TASK DIRECTIONS. Only the lines of the data below from the one with "from bodycensus.dashboard.deps import" through the one with "const webhookUrl = process.env.PAYMENTS_WEBHOOK_URL;" are wanted. Repeat them exactly.

EXTRACTED INFORMATION.
"""The dashboard's HTML screens: each renders, with a jinja2 template, the data its JSON twin
(linked from the page) returns. State lives in the URL query, parsed and built by ViewState;
data comes from ``queries`` and the Store, so no handler holds polars logic.
"""

from __future__ import annotations

from importlib.resources import files
from pathlib import Path
from typing import Any
from urllib.parse import quote, unquote

from fastapi import APIRouter, Request
from fastapi.responses import HTMLResponse, RedirectResponse, Response
from fastapi.templating import Jinja2Templates

from bodycensus.dashboard.deps import StoreDep
from bodycensus.dashboard.routes.page_tools import (
    blanks_dropped,
    rule_option,
    sort_groups,
    units_menu,
)
from bodycensus.dashboard.screens import groups, queries, report
from bodycensus.dashboard.screens.page_context import (
    artefact_rows,
    body_extras,
    diagram_context,
    diagram_links,
    drawn_page,
    format_number,
    rules_summary,
)
from bodycensus.dashboard.screens.regions import describe
from bodycensus.dashboard.screens.search import names_for
from bodycensus.dashboard.screens.shown import finding_shown, row_shown
from bodycensus.dashboard.screens.triage import (
    counts_by,
    decisions_of,
    system_groups,
    triage_counts,
)
from bodycensus.dashboard.screens.viewstate import ViewState
from bodycensus.diagrams import registry
from bodycensus.input.formats import accepted
from bodycensus.science.families import FAMILIES
from bodycensus.science.rules import RULES_BY_ID
from bodycensus.science.severity import SEVERITIES
from bodycensus.storage.manifest import Manifest
from bodycensus.storage.store import SavedView, Store
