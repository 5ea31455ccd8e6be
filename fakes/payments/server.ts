// The local payments fake: a stand-in for the hosted payments API that the official `stripe`
// Node SDK talks to unchanged (`new Stripe(key, { host, port, protocol: "http" })`). It speaks the
// same wire format: form-encoded parameters with bracketed keys, JSON objects with prefixed ids
// and an `object` field, list objects, the usual error shape, Idempotency-Key replay, Bearer auth,
// and signed webhooks. State is kept in one JSON file, so a restart loses nothing.
// The control API for tests lives under /_fake/ (see fakes/README.md).
import { createHmac, createHash, randomBytes } from "node:crypto";
import { existsSync, mkdirSync, readFileSync, renameSync, writeFileSync } from "node:fs";
import { createServer, type IncomingMessage, type ServerResponse } from "node:http";
import { dirname, join } from "node:path";
import { decodeParams, mergeMetadata, ParamError, reader, type Params } from "./form";
import { hostedInvoicePage } from "./page";

const port = Number(process.env.FAKE_PORT ?? 12111);
const secretKey = process.env.PAYMENTS_SECRET_KEY;
const webhookSecret = process.env.PAYMENTS_WEBHOOK_SECRET;
const webhookUrl = process.env.PAYMENTS_WEBHOOK_URL;
const stateFile = process.env.PAYMENTS_FAKE_STATE ?? join(process.cwd(), ".data", "payments-fake", "state.json");
const API_VERSION = "2025-08-27.basil";
if (!secretKey) {
  console.error("payments fake: PAYMENTS_SECRET_KEY is missing (the test secret key clients must present).");
  process.exit(1);
}
const base = `http://127.0.0.1:${port}`;

// ── State ───────────────────────────────────────────────────────────────────────────────

type Obj = Record<string, unknown> & { id: string; object: string };
interface Customer extends Obj {
  email: string | null;
  name: string | null;
  description: string | null;
  metadata: Record<string, string>;
  invoice_prefix: string;
  created: number;
}
interface InvoiceItem extends Obj {
  customer: string;
  invoice: string | null;
  amount: number;
  currency: string;
  description: string | null;
  quantity: number;
  unit_amount_decimal: string;
  metadata: Record<string, string>;
  date: number;
  tax_rates: string[];
}
interface TaxRate extends Obj {
  display_name: string;
  percentage: number;
  inclusive: boolean;
  description: string | null;
  jurisdiction: string | null;
  metadata: Record<string, string>;
  active: boolean;
  created: number;
}
interface Invoice extends Obj {
  customer: string;
  status: "draft" | "open" | "paid" | "void" | "uncollectible";
  currency: string;
  collection_method: string;
  days_until_due: number | null;
  due_date: number | null;
  auto_advance: boolean;
  metadata: Record<string, string>;
  description: string | null;
  number: string | null;
  created: number;
  attempt_count: number;
  attempted: boolean;
  amount_paid: number;
  status_transitions: {
    finalized_at: number | null;
    paid_at: number | null;
    voided_at: number | null;
    marked_uncollectible_at: number | null;
  };
  last_payment_error: string | null;
}
interface WebhookEvent extends Obj {
  type: string;
  created: number;
  data: { object: Obj };
  delivery: { attempts: number; last_status: number | null; last_error: string | null; delivered: boolean };
}
interface Saved {
  method: string;
  path: string;
  digest: string;
  status: number;
  body: string;
}

interface State {
  customers: Record<string, Customer>;
  invoiceItems: Record<string, InvoiceItem>;
  invoices: Record<string, Invoice>;
  events: Record<string, WebhookEvent>;
  idempotency: Record<string, Saved>;
  invoiceSequence: Record<string, number>;
  taxRates: Record<string, TaxRate>;
}

function load(): State {
  const empty: State = { customers: {}, invoiceItems: {}, invoices: {}, events: {}, idempotency: {}, invoiceSequence: {}, taxRates: {} };
  if (!existsSync(stateFile)) return empty;
  try {
    return { ...empty, ...(JSON.parse(readFileSync(stateFile, "utf8")) as Partial<State>) };
  } catch (error) {
    console.error(`payments fake: ${stateFile} is unreadable (${(error as Error).message}); starting empty.`);
    return empty;
  }
}
const state = load();
function save() {
  mkdirSync(dirname(stateFile), { recursive: true });
  const temporary = `${stateFile}.${process.pid}.tmp`;
  writeFileSync(temporary, JSON.stringify(state));
  renameSync(temporary, stateFile);
}

const now = () => Math.floor(Date.now() / 1000);
const ALPHABET = "ABCDEFGHIJKLMNOPQRSTUVWXYZabcdefghijklmnopqrstuvwxyz0123456789";
function newId(prefix: string, length = 24) {
  const bytes = randomBytes(length);
  return `${prefix}_${Array.from(bytes, (b) => ALPHABET[b % ALPHABET.length]).join("")}`;
}

// ── Errors and answers ──────────────────────────────────────────────────────────────────
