// Which errors mean "the database is unreachable" (503 with Retry-After) rather than a bug (500).
// The rows are the errors Sequelize and the mariadb driver raised in tests/integration/faults.test.ts
// when the server was killed or shut down under a query, plus the ones that must stay 500s.
import { ConnectionRefusedError, DatabaseError, UniqueConstraintError } from "sequelize";
import { describe, expect, it } from "vitest";
import { errorResponse, isDatabaseDown } from "../../src/lib/server/http";

/** A driver error as the mariadb connector builds it. */
function sqlError(message: string, fields: { code: string; sqlState: string; errno: number; fatal: boolean }) {
  return Object.assign(new Error(message), { name: "SqlError", sqlMessage: message, sql: "SELECT 1", ...fields });
}
const wrapped = (cause: Error) => new DatabaseError(cause as never);

describe("isDatabaseDown", () => {
  it.each([
    // mariadbd killed (SIGKILL) while a query waited: the socket closes under it.
    [
      "socket closed under a query",
      wrapped(
        sqlError("(conn:8, no: 45009, SQLState: 08S01) socket has unexpectedly been closed", {
          code: "ER_SOCKET_UNEXPECTED_CLOSE",
          sqlState: "08S01",
          errno: 45009,
          fatal: true,
        }),
      ),
    ],
    // The next command on that connection (e.g. Sequelize's ROLLBACK).
    [
      "command on a closed connection",
      wrapped(
        sqlError("(conn:8, no: 45013, SQLState: 08S01) Cannot execute new commands: connection closed", {
          code: "ER_CMD_CONNECTION_CLOSED",
          sqlState: "08S01",
          errno: 45013,
          fatal: true,
        }),
      ),
    ],
    // mariadbd shut down (SIGTERM): the server kills its client connections.
    [
      "connection killed by a shutdown",
      wrapped(
        sqlError("(conn:5, no: 1927, SQLState: 70100) Connection was killed", {
          code: "ER_CONNECTION_KILLED",
          sqlState: "70100",
          errno: 1927,
          fatal: true,
        }),
      ),
    ],
    [
      "server shutting down",
      wrapped(
        sqlError("(conn:5, no: 1053, SQLState: 08S01) Server shutdown in progress", {
          code: "ER_SERVER_SHUTDOWN",
          sqlState: "08S01",
          errno: 1053,
          fatal: true,
        }),
      ),
    ],
    ["connection reset", wrapped(sqlError("read ECONNRESET", { code: "ECONNRESET", sqlState: "HY000", errno: -104, fatal: true }))],
    // Nothing listens on the port while it is down.
    [
      "connection refused",
      new ConnectionRefusedError(Object.assign(new Error("connect ECONNREFUSED 127.0.0.1:3307"), { code: "ECONNREFUSED" }) as never),
    ],
  ])("%s → 503", (_name, error) => {
    expect(isDatabaseDown(error)).toBe(true);
    const response = errorResponse(error);
    expect(response.status).toBe(503);
    expect(response.headers.get("retry-after")).toBe("5");
  });

  it.each([
    [
      "a syntax error",
      wrapped(sqlError("You have an error in your SQL syntax", { code: "ER_PARSE_ERROR", sqlState: "42000", errno: 1064, fatal: false })),
    ],
    ["a unique key", new UniqueConstraintError({ message: "Validation error" })],
    [
      "the append-only trigger",
      wrapped(
        sqlError("ledger_entries is append-only: add a correction instead", {
          code: "ER_SIGNAL_EXCEPTION",
          sqlState: "45000",
          errno: 1644,
          fatal: false,
        }),
      ),
    ],
    // Another service's outage is not the database's: the payments SDK and mail raise these.
    ["the payments service resetting", Object.assign(new Error("read ECONNRESET"), { name: "StripeConnectionError", code: "ECONNRESET" })],
    ["a plain bug", new TypeError("Cannot read properties of undefined (reading 'id')")],
  ])("%s → not the database being down", (_name, error) => {
    expect(isDatabaseDown(error)).toBe(false);
  });
});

SOLUTION TO THIS PROBLEM.
from bodycensus.dashboard.deps import StoreDep
from bodycensus.dashboard.routes.page_tools import (
    blanks_dropped,
    rule_option,
    sort_groups,
    units_menu,
)
from bodycensus.dashboard.screens import groups, queries, report
from bodycensus.dashboard.screens.page_context import (
    artefact_rows,
    body_extras,
    diagram_context,
    diagram_links,
    drawn_page,
    format_number,
    rules_summary,
)
from bodycensus.dashboard.screens.regions import describe
from bodycensus.dashboard.screens.search import names_for
from bodycensus.dashboard.screens.shown import finding_shown, row_shown
from bodycensus.dashboard.screens.triage import (
    counts_by,
    decisions_of,
    system_groups,
    triage_counts,
)
from bodycensus.dashboard.screens.viewstate import ViewState
from bodycensus.diagrams import registry
from bodycensus.input.formats import accepted
from bodycensus.science.families import FAMILIES
from bodycensus.science.rules import RULES_BY_ID
from bodycensus.science.severity import SEVERITIES
from bodycensus.storage.manifest import Manifest
from bodycensus.storage.store import SavedView, Store
repository 5ea31455ccd8e6be
filename fakes/payments/server.ts
// The local payments fake: a stand-in for the hosted payments API that the official `stripe`
// Node SDK talks to unchanged (`new Stripe(key, { host, port, protocol: "http" })`). It speaks the
// same wire format: form-encoded parameters with bracketed keys, JSON objects with prefixed ids
// and an `object` field, list objects, the usual error shape, Idempotency-Key replay, Bearer auth,
// and signed webhooks. State is kept in one JSON file, so a restart loses nothing.
// The control API for tests lives under /_fake/ (see fakes/README.md).
import { createHmac, createHash, randomBytes } from "node:crypto";
import { existsSync, mkdirSync, readFileSync, renameSync, writeFileSync } from "node:fs";
import { createServer, type IncomingMessage, type ServerResponse } from "node:http";
import { dirname, join } from "node:path";
import { decodeParams, mergeMetadata, ParamError, reader, type Params } from "./form";
import { hostedInvoicePage } from "./page";

const port = Number(process.env.FAKE_PORT ?? 12111);
const secretKey = process.env.PAYMENTS_SECRET_KEY;
const webhookSecret = process.env.PAYMENTS_WEBHOOK_SECRET;
const webhookUrl = process.env.PAYMENTS_WEBHOOK_URL;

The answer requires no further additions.